Mom is the building manager for the 12-apartment complex we live in. One of the tenants skipped out after not paying rent, so we had to go in this morning and clean the place after throwing all of her stuff in the storage room. There wasn't in there, just a sleeping bag and some toiletries, but it was still annoying. On the plus side, vacuuming the apartment and the building's hallways was a good workout.
I haven't weighed myself this morning, but I feel like I've gained weight. Nasty feeling. My pants are tighter and I can't find a single shirt that doesn't cling to me. :/
I started following this blog: http://xcattehx-onimpulse.blogspot.com/. It's the blog of a lady with onychophagia and trichotillomania, which are compulsive nail biting and hair pulling, respectively. As a kid I used to pull on my hair when I got stressed, and I still bite my nails, so I kind of feel a companionship with her. I don't do it to nearly the same degree though. I haven't had any time to read more than the two or three latest posts, but it seems like an interesting blog. :)

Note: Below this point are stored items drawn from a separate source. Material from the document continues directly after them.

import { eq, sql } from 'drizzle-orm'
import { visits } from '../../db/schema'
import { visitUpdateSchema } from '#shared/schemas/visit'
import { idParam } from '#shared/schemas/common'
import { canReschedule } from '#shared/utils/visit-status'

/**
 * Move a visit (a new start, not in the past), change how long it is or who goes, or its notes.
 * Only a booked visit is moved or reassigned (409 for a done or cancelled one); notes may change
 * on any. Done and cancelled have routes of their own (done.post.ts, cancel.post.ts).
 */
export default defineEventHandler(async (event) => {
  const auth = await requireAuth(event, 'ledger:write')
  const { id } = await readParamsWith(event, idParam)
  const input = await readBodyWith(event, visitUpdateSchema)
  return withFirm(auth, async (f) => {
    const before = await findVisit(f, auth, id, { lock: true })
    const { startsAt, notes, ...plan } = input
    const moved = startsAt !== undefined && new Date(startsAt).getTime() !== before.startsAt.getTime()
    const replanned = moved || Object.entries(plan).some(([k, v]) => v !== undefined && v !== before[k as keyof typeof plan])
    if (replanned) {
      const step = canReschedule(before.status)
      if (!step.ok) throw createError({ statusCode: 409, statusMessage: 'Not a change it can take', data: { message: step.message } })
    }
    if (input.visitorUserId && !(await isMember(f, input.visitorUserId))) badReference('visitorUserId', 'Choose someone in the firm.')
    const [v] = await f.tx.update(visits).set({ ...plan, ...(notes !== undefined ? { notes } : {}), ...(startsAt ? { startsAt: new Date(startsAt) } : {}), updatedAt: sql`now()` })
      .where(f.where(visits, eq(visits.id, id))).returning()
    if (moved) await f.audit('visit.moved', 'visit', id, { from: before.startsAt.toISOString(), to: new Date(startsAt).toISOString(), fields: Object.keys(input) })
    else await f.audit('visit.updated', 'visit', id, { fields: Object.keys(input) })
    return v
  })
})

Speaking of compulsive behaviors... My father's side of the family has always had strong obsessive compulsive tendencies. (My mom does too, but she has mild Aspergers and head trauma from a car accident, not OCD.) It's always been a bit of a joke in my family, since our craziness about order is reasonably mild, and never anything that interferes with daily life. Or anything useful, like having a spotless house. I do alphabetize our movies, though, and occasionally try to arrange them by genre. My little sister is like that too, a bit: when she draws she arranges her crayons or markers by color and size, and the magnets on the fridge have to be in a particular order. C2 likes to switch 2 or 3 around when she's not looking, just to make her mad.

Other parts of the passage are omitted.